**YOUR INSTRUCTIONS:**
After locating the line that contains "#ifndef LIMBECK_CLI_HELP_H" in the records below, write out exactly that line and each line after it through the one that contains "bool outlook_has_arrow(const char *text);", and nothing else.

**SUPPLIED RECORDS:**
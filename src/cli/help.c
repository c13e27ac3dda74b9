/* Help and version, made from the table of commands. */
#include "cli/help.h"

#include <stdio.h>
#include <string.h>
#include <unistd.h>

#include "cli/terminal.h"

enum { OPTION_COLUMNS = 24, PLAIN_WIDTH = 80, LEAST_WIDTH = 50 };

/* Columns of the page; very narrow ones would leave no room beside the options. */
static int page_width(void)
{
    int width = terminal_layout(STDOUT_FILENO).width;
    return width <= 0 ? PLAIN_WIDTH : width < LEAST_WIDTH ? LEAST_WIDTH : width;
}

static void print_bold(const char *text)
{
    if (terminal_layout(STDOUT_FILENO).colour)
        printf("\033[1m%s\033[0m\n", text);
    else
        printf("%s\n", text);
}

/* Words from column `indent` on, the first line continued where the cursor is;
 * a line end in the text is a blank. */
static void print_wrapped(const char *text, int indent)
{
    const int width = page_width();
    int used = indent;
    bool is_first = true;
    while (*text) {
        int length = (int)strcspn(text, " \n");
        if (!is_first && used + 1 + length > width) {
            printf("\n%*s", indent, "");
            used = indent;
            is_first = true;
        }
        printf("%s%.*s", is_first ? "" : " ", length, text);
        used += length + !is_first;
        is_first = false;
        text += length;
        text += strspn(text, " \n");
    }
    printf("\n");
}

static void print_option(const option_spec *option)
{
    char head[80];
    snprintf(head, sizeof head, "%s%c%s%s%s%s", option->letter ? "-" : "", option->letter ? option->letter : ' ',
             option->letter ? ", " : "   ", option->name, option->value ? " " : "", option->value ? option->value : "");
    printf("  %-*s", OPTION_COLUMNS, head);
    if (strlen(head) >= OPTION_COLUMNS)
        printf("\n  %*s", OPTION_COLUMNS, "");
    print_wrapped(option->help, OPTION_COLUMNS + 2);
}

static int finish(void)
{
    if (fflush(stdout) == 0 && !ferror(stdout))
        return EXIT_ANSWERED;
    fprintf(stderr, "limbeck: standard output cannot be written\n");
    return EXIT_NOT_COMPLETED;
}

int help_command(const command *c)
{
    size_t count;
    const option_spec *common = options_common(&count);
    printf("limbeck %s\n\n", c->usage);
    print_wrapped(c->about, 0);
    printf("\n");
    print_bold("Options");
    for (size_t i = 0; i < c->own_count; i++)
        print_option(&c->own[i]);
    for (size_t i = 0; i < count; i++)
        print_option(&common[i]);
    printf("\n");
    print_bold("Examples");
    printf("%s", c->examples);
    return finish();
}

int help_overview(void)
{
    size_t count;
    const command *const *list = command_list(&count);
    printf("limbeck: a reaction mechanism goes in as text, its dynamics come out\n\n");
    print_bold("Commands");
    for (size_t i = 0; i < count; i++) {
        printf("  limbeck %-16s", *list[i]->name ? list[i]->name : "FILE");
        print_wrapped(list[i]->summary, 26);
    }
    printf("  limbeck %-16sthe options of a command, with examples\n", "help COMMAND");
    printf("  limbeck %-16sthe version\n\n", "--version");
    print_bold("Options of every command");
    const option_spec *common = options_common(&count);
    for (size_t i = 0; i < count; i++)
        print_option(&common[i]);
    printf("\n");
    print_wrapped("FILE is a mechanism (.mech), or - for standard input. Options may stand before or after it, "
                  "`--until 60` and `--until=60` are the same, and `--` ends them.", 0);
    printf("\n");
    print_bold("Exit status");
    printf("  0  answered\n"
           "  1  the analysis could not be completed; the message says why\n"
           "  2  wrong usage\n"
           "  3  faults in the mechanism\n"
           "  130  interrupted; what was found until then is shown\n\n");
    print_bold("Example");
    printf("  $ cat brusselator.mech\n"
           "  units none\n"
           "  [A] = 1\n"
           "  [B] = 3\n"
           "  [X]0 = 1.2\n"
           "  [Y]0 = 3\n"
           "  A -> X,          k = 1\n"
           "  2 X + Y -> 3 X,  k = 1\n"
           "  B + X -> Y + D,  k = 1\n"
           "  X -> E,          k = 1\n"
           "  $ limbeck brusselator.mech\n");
    return finish();
}

int help_version(void)
{
    printf("limbeck %s\n"
           "Licence: GNU GPL, version 3 or later. The C that `limbeck emit` writes is yours,\n"
           "under any terms. There is no warranty.\n",
           LB_VERSION);
    return finish();
}
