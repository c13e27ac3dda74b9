/* UTF-8: decoding, encoding and the width of a character on a terminal. */
#ifndef LIMBECK_TEXT_UTF8_H
#define LIMBECK_TEXT_UTF8_H

#include <stddef.h>
#include <stdint.h>

/* Bytes of the character at text (at most length of them are looked at) and its
 * code point; 0 when the bytes are no character: overlong forms, surrogates and
 * values above U+10FFFF included. */
int utf8_decode(const char *text, size_t length, uint32_t *code);

/* Columns that a terminal gives a character, as far as that is known: 0, 1 or 2. */
int utf8_width(uint32_t code);

/* Characters in length bytes; a byte that belongs to none counts as one. */
size_t utf8_count(const char *text, size_t length);

#endif
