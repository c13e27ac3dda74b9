/* limbeck run: the time course as CSV. */
#include <math.h>
#include <stdio.h>
#include <unistd.h>

#include "cli/files.h"
#include "cli/session.h"

/* A time of the command line in the file's unit; it must be positive. */
static lb_status read_time(const session *s, const char *option, const char *text, double *time, lb_error *error)
{
    lb_error reason = {.code = LB_OK};
    lb_status status = lb_network_time(s->network, text, time, &reason);
    if (status == LB_OK && !(*time > 0 && isfinite(*time)))
        status = LB_E_ARG;
    if (status == LB_OK)
        return LB_OK;
    *error = (lb_error){.code = status};
    if (*reason.message)
        snprintf(error->message, sizeof error->message, "%s: %.400s", option, reason.message);
    else
        snprintf(error->message, sizeof error->message, "%s takes a time above zero, and `%.80s` is none", option, text);
    snprintf(error->remedy, sizeof error->remedy, "write it in the file's unit, or with one: %s 3600, %s \"1 h\"", option,
             option);
    return status;
}

static lb_status read_times(const session *s, lb_run_options *run_options, lb_error *error)
{
    lb_status status = read_time(s, "--until", s->given->until, &run_options->until, error);
    if (status == LB_OK && s->given->every)
        status = read_time(s, "--every", s->given->every, &run_options->every, error);
    return status;
}

/* The rows as CSV to the file of -o, or to standard output. */
static int write_csv(session *s, const lb_run *run)
{
    lb_status status = lb_csv_run(s->system, run, s->text);
    if (!s->given->output)
        return session_print(s, status);
    if (status != LB_OK)
        return session_fail_status(s, status);
    size_t length;
    const char *bytes = lb_text_get(s->text, &length);
    lb_error error;
    if (files_write(s->given->output, bytes, length, &error) != LB_OK)
        return session_fail(s, &error);
    session_note(s, "%zu rows to %s", run->rows, s->given->output);
    return EXIT_ANSWERED;
}

/* The object on standard output; with -o the CSV goes to its file as well. */
static int write_json(session *s, const lb_run *run, const lb_error *error)
{
    int result = EXIT_ANSWERED;
    if (s->given->output) {
        result = write_csv(s, run);
        if (result != EXIT_ANSWERED)
            return result;
        lb_text_free(s->text);
        s->text = lb_text_new();
        if (!s->text)
            return session_fail_status(s, LB_E_NOMEM);
    }
    return session_print(s, lb_json_run(s->system, s->diagnostics, run, error, s->text));
}

/* Rows there are, and a failure after them: both are shown. */
static int end_early(session *s, const lb_run *run, const lb_error *error)
{
    if (!run || run->rows == 0)
        return session_fail(s, error);
    int result = s->given->json ? write_json(s, run, error) : write_csv(s, run);
    if (result != EXIT_ANSWERED)
        return result;
    if (s->given->json)
        return EXIT_NOT_COMPLETED;
    session_fail(s, error);
    session_note(s, "the rows until then (%zu) are kept", run->rows);
    if (error->code == LB_E_FINITE || error->code == LB_E_STEP)
        session_note(s, "growth without bound in a model may be a runaway in the vessel; "
                        "scale-up is for those with the licence and the calorimetry for it");
    return EXIT_NOT_COMPLETED;
}

static int solve(session *s)
{
    lb_error error = {.code = LB_OK};
    lb_run_options run_options = {.tolerance = s->given->tolerance, .monitor = &s->monitor};
    if (read_times(s, &run_options, &error) != LB_OK)
        return session_fail_usage(s, &error);
    lb_run *run = NULL;
    lb_status status = lb_run_solve(s->system, &run_options, &run, &error);
    terminal_done(&s->progress);
    int result;
    if (status != LB_OK && status != LB_E_STOPPED) {
        result = end_early(s, run, &error);
    } else if (!run) {
        result = session_fail(s, &error);
    } else {
        bool is_interrupted = status == LB_E_STOPPED || run->interrupted;
        result = s->given->json ? write_json(s, run, NULL) : write_csv(s, run);
        if (is_interrupted && result == EXIT_ANSWERED) {
            session_note(s, "interrupted; the rows until then (%zu) are kept", run->rows);
            result = EXIT_INTERRUPTED;
        }
    }
    lb_run_free(run);
    return result;
}

static int run_command(const options *given)
{
    if (!given->until) {
        lb_error error = {.code = LB_E_ARG,
                          .message = "run needs the time at which to end",
                          .remedy = "write it in the file's unit, or with one: --until 3600, --until \"1 h\""};
        return session_report(given, &error, NULL, EXIT_USAGE);
    }
    return session_answer(given, solve);
}

static const option_spec own[] = {
    {OPTION_UNTIL, "--until", 0, "TIME", "when to end; in the file's unit, or with one: \"1 h\""},
    {OPTION_EVERY, "--every", 0, "TIME", "time between rows (a 200th of the whole)"},
    {OPTION_TOLERANCE, "--tolerance", 0, "X", "relative tolerance of the integration (1e-8)"},
    {OPTION_OUTPUT, "--output", 'o', "FILE", "write the CSV to FILE instead of standard output"},
    OPTION_NATIVE_SPEC,
};

const command command_run = {
    .name = "run",
    .usage = "run FILE --until TIME [options]",
    .summary = "time course from the initial state, as CSV",
    .about = "Integrate from the initial state and write one row per time: every dynamic\n"
             "species, then the readings. Stiffness is detected. A concentration that falls\n"
             "below zero is an error, never clipped; the rows until then are kept.\n",
    .examples = "  limbeck run bath.mech --until 3600 > bath.csv\n"
                "  limbeck run bath.mech --until \"1 h\" --every \"10 s\" -o bath.csv\n"
                "  limbeck run bath.mech --until 60 --set '[X]0=0.2' --json\n",
    .own = own,
    .own_count = sizeof own / sizeof *own,
    .run = run_command,
};
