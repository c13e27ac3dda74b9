/* Help and version. */
#ifndef LIMBECK_CLI_HELP_H
#define LIMBECK_CLI_HELP_H

#include "cli/command.h"

/* Each prints, and gives the exit status. */
int help_overview(void);                     /* `limbeck --help` */
int help_command(const command *c);          /* `limbeck run --help` */
int help_version(void);

#endif
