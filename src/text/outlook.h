/* What the text ahead looks like.  Each text is terminated. */
#ifndef LIMBECK_TEXT_OUTLOOK_H
#define LIMBECK_TEXT_OUTLOOK_H

#include <stdbool.h>

const char *outlook_skip_blanks(const char *text);

/* A setting of a reaction starts the text: `k =`, `kf =`, `kr =`, `K =` or `v =`. */
bool outlook_is_setting(const char *text);

/* An arrow comes before the line's end, a comment or a `;`. */
bool outlook_has_arrow(const char *text);

/* The line reads like a statement of its own.  is_listed: the line above ends in
 * `,` or `(`, so that `k = ...` may be one more setting; is_nested: inside
 * parentheses, so that `A = ...` may be one more argument. */
bool outlook_is_statement(const char *line, bool is_listed, bool is_nested);

#endif
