/* Writing files: beside the old one and renamed, so that a full disk, a kill or a
 * reader in between never meets half a file. */
#define _XOPEN_SOURCE 700 /* realpath */
#include "cli/files.h"

#include <errno.h>
#include <fcntl.h>
#include <stdio.h>
#include <stdlib.h>
#include <string.h>
#include <sys/stat.h>
#include <unistd.h>

/* "PATH: what: reason of errno" */
static lb_status fail(lb_error *err, lb_status code, const char *path, const char *what, int reason)
{
    if (err) {
        memset(err, 0, sizeof *err);
        err->code = code;
        snprintf(err->message, sizeof err->message, "%s %s: %s", path, what,
                 code == LB_E_NOMEM ? lb_status_text(code) : strerror(reason));
    }
    return code;
}

/* Zero, or the errno of the write that failed. */
static int write_all(int descriptor, const char *bytes, size_t length)
{
    while (length > 0) {
        ssize_t written = write(descriptor, bytes, length);
        if (written < 0 && errno == EINTR)
            continue;
        if (written < 0)
            return errno;
        bytes += written;
        length -= (size_t)written;
    }
    return 0;
}

lb_status files_print(int descriptor, const char *bytes, size_t length, lb_error *err)
{
    int reason = write_all(descriptor, bytes, length);
    const char *name = descriptor == STDOUT_FILENO ? "standard output" : "standard error";
    return reason ? fail(err, LB_E_IO, name, "cannot be written", reason) : LB_OK;
}

static mode_t creation_mode(void)
{
    mode_t mask = umask(0);
    umask(mask);
    return 0666 & ~mask;
}

/* Path with links followed, so that a link stays and its file is replaced; a
 * copy of path where there is no such file yet. */
static char *target_of(const char *path)
{
    char *target = realpath(path, NULL);
    return target ? target : strdup(path);
}

static lb_status write_in_place(const char *path, const char *bytes, size_t length, lb_error *err)
{
    int descriptor = open(path, O_WRONLY | O_CLOEXEC);
    if (descriptor < 0)
        return fail(err, LB_E_IO, path, "cannot be opened", errno);
    int reason = write_all(descriptor, bytes, length);
    if (close(descriptor) && !reason)
        reason = errno;
    return reason ? fail(err, LB_E_IO, path, "cannot be written", reason) : LB_OK;
}

static lb_status write_beside(pending_file *file, const char *bytes, size_t length, mode_t mode, lb_error *err)
{
    file->beside = files_join(NULL, file->path, ".XXXXXX");
    if (!file->beside)
        return fail(err, LB_E_NOMEM, file->path, "cannot be written", 0);
    int descriptor = mkstemp(file->beside);
    if (descriptor < 0) {
        int reason = errno;
        free(file->beside);
        file->beside = NULL;
        return fail(err, LB_E_IO, file->path, "cannot be written", reason);
    }
    int reason = write_all(descriptor, bytes, length);
    if (!reason && (fchmod(descriptor, mode) || fsync(descriptor)))
        reason = errno;
    if (close(descriptor) && !reason)
        reason = errno;
    return reason ? fail(err, LB_E_IO, file->path, "cannot be written", reason) : LB_OK;
}

lb_status files_prepare(const char *path, const char *bytes, size_t length, pending_file *file, lb_error *err)
{
    *file = (pending_file){0};
    struct stat info;
    bool exists = stat(path, &info) == 0;
    if (exists && S_ISDIR(info.st_mode))
        return fail(err, LB_E_IO, path, "cannot be written", EISDIR);
    if (exists && !S_ISREG(info.st_mode))
        return write_in_place(path, bytes, length, err);
    file->path = target_of(path);
    if (!file->path)
        return fail(err, LB_E_NOMEM, path, "cannot be written", 0);
    lb_status status = write_beside(file, bytes, length, exists ? info.st_mode & 07777 : creation_mode(), err);
    if (status != LB_OK)
        files_abandon(file);
    return status;
}

lb_status files_commit(pending_file *file, lb_error *err)
{
    if (!file->beside)
        return LB_OK;
    if (rename(file->beside, file->path)) {
        lb_status status = fail(err, LB_E_IO, file->path, "cannot be replaced", errno);
        files_abandon(file);
        return status;
    }
    free(file->beside);
    file->beside = NULL;
    files_abandon(file);
    return LB_OK;
}

void files_abandon(pending_file *file)
{
    if (file->beside)
        unlink(file->beside);
    free(file->beside);
    free(file->path);
    *file = (pending_file){0};
}

lb_status files_write(const char *path, const char *bytes, size_t length, lb_error *err)
{
    pending_file file;
    lb_status status = files_prepare(path, bytes, length, &file, err);
    return status == LB_OK ? files_commit(&file, err) : status;
}

/* One folder of a path; one that is there already is fine. */
static lb_status make_one(const char *path, lb_error *err)
{
    struct stat info;
    if (mkdir(path, 0777) == 0)
        return LB_OK;
    int reason = errno;
    if (stat(path, &info) == 0)
        return S_ISDIR(info.st_mode) ? LB_OK : fail(err, LB_E_IO, path, "is no folder", ENOTDIR);
    return fail(err, LB_E_IO, path, "cannot be made", reason);
}

lb_status files_make_folder(const char *path, lb_error *err)
{
    char *copy = strdup(path);
    if (!copy)
        return fail(err, LB_E_NOMEM, path, "cannot be made", 0);
    lb_status status = LB_OK;
    for (char *slash = strchr(copy + 1, '/'); slash && status == LB_OK; slash = strchr(slash + 1, '/')) {
        *slash = '\0';
        status = make_one(copy, err);
        *slash = '/';
    }
    if (status == LB_OK)
        status = make_one(copy, err);
    free(copy);
    return status;
}

char *files_join(const char *folder, const char *name, const char *suffix)
{
    const char *slash = folder && *folder && folder[strlen(folder) - 1] != '/' ? "/" : "";
    folder = folder ? folder : "";
    size_t size = strlen(folder) + strlen(name) + strlen(suffix) + 2;
    char *path = malloc(size);
    if (path)
        snprintf(path, size, "%s%s%s%s", folder, slash, name, suffix);
    return path;
}

void files_guard_streams(void)
{
    /* Opened the wrong way round on purpose: using a stream that was closed fails. */
    static const int modes[] = {O_WRONLY, O_RDONLY, O_WRONLY};
    for (int descriptor = STDIN_FILENO; descriptor <= STDERR_FILENO; descriptor++)
        if (fcntl(descriptor, F_GETFD) < 0 && open("/dev/null", modes[descriptor]) < 0)
            return;
}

**SOLUTION TO THIS PROBLEM:**
#ifndef LIMBECK_CLI_HELP_H
#define LIMBECK_CLI_HELP_H

#include "cli/command.h"

/* Each prints, and gives the exit status. */
int help_overview(void);                     /* `limbeck --help` */
int help_command(const command *c);          /* `limbeck run --help` */
int help_version(void);

#endif
filename src/text/outlook.h
/* What the text ahead looks like.  Each text is terminated. */
#ifndef LIMBECK_TEXT_OUTLOOK_H
#define LIMBECK_TEXT_OUTLOOK_H

#include <stdbool.h>

const char *outlook_skip_blanks(const char *text);

/* A setting of a reaction starts the text: `k =`, `kf =`, `kr =`, `K =` or `v =`. */
bool outlook_is_setting(const char *text);

/* An arrow comes before the line's end, a comment or a `;`. */
bool outlook_has_arrow(const char *text);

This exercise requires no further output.